# Work order
Within the data below, count the lines that include the word "BlockGrid". Provide the number and nothing further.

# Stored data
===
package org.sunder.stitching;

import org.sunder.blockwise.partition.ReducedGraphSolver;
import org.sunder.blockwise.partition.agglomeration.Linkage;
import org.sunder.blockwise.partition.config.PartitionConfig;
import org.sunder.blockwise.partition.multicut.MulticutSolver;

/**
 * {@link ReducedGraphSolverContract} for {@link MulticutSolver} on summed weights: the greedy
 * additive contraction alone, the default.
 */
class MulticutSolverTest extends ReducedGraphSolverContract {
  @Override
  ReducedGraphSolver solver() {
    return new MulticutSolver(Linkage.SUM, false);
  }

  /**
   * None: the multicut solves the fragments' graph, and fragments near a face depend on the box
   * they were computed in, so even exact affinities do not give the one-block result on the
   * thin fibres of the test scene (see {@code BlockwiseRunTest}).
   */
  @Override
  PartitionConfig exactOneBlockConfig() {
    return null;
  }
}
===
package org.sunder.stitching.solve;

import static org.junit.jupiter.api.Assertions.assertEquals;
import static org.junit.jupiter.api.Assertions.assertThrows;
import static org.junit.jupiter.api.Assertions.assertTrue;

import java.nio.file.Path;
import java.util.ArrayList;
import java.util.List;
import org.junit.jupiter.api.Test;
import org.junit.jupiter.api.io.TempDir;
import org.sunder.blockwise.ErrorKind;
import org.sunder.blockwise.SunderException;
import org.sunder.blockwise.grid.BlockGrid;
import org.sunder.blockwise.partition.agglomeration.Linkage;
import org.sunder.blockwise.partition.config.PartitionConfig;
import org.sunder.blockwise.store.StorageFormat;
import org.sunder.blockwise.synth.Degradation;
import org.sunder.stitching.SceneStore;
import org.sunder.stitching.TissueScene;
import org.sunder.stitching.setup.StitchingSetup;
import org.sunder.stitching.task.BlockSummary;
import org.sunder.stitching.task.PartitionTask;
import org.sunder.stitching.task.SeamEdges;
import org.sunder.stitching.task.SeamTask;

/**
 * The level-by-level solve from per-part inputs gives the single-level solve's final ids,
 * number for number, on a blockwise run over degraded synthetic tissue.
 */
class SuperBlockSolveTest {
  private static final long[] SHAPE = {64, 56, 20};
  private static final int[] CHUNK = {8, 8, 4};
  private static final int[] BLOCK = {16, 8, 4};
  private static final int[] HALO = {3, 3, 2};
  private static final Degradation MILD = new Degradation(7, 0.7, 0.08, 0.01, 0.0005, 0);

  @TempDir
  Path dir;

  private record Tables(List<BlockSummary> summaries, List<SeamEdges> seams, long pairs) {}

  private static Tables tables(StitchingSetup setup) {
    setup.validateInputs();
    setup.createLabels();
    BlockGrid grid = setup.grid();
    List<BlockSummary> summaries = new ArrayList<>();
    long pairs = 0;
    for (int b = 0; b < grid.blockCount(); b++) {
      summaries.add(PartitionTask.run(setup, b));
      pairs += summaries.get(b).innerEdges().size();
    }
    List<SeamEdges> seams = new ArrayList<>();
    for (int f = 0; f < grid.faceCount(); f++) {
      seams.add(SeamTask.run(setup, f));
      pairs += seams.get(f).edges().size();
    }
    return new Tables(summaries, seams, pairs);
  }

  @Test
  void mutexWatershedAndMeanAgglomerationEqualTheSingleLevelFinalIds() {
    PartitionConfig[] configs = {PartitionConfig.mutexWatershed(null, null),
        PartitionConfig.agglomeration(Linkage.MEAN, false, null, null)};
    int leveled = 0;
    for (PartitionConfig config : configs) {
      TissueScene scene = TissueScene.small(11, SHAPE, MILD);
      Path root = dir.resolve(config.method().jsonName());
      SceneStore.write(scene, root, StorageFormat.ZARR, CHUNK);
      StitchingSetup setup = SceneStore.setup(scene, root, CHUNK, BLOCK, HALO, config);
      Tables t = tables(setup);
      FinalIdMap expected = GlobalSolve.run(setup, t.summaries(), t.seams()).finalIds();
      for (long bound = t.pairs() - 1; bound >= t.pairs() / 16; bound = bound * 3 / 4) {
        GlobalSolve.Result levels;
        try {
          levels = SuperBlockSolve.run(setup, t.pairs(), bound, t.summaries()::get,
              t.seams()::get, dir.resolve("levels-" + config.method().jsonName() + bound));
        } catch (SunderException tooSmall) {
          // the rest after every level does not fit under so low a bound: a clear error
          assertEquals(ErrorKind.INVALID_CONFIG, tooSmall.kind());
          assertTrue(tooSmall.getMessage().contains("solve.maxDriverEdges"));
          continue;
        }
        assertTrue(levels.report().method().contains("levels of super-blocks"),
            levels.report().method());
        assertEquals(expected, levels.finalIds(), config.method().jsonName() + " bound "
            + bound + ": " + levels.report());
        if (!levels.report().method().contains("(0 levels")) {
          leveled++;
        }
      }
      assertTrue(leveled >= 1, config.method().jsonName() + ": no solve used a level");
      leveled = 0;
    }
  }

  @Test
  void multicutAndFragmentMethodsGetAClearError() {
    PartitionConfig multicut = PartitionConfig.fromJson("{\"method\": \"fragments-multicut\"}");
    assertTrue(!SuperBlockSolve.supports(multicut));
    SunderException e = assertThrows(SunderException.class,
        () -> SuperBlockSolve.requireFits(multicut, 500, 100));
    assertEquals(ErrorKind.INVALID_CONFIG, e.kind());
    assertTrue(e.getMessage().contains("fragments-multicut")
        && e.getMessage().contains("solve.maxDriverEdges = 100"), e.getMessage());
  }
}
===
# Task solution
2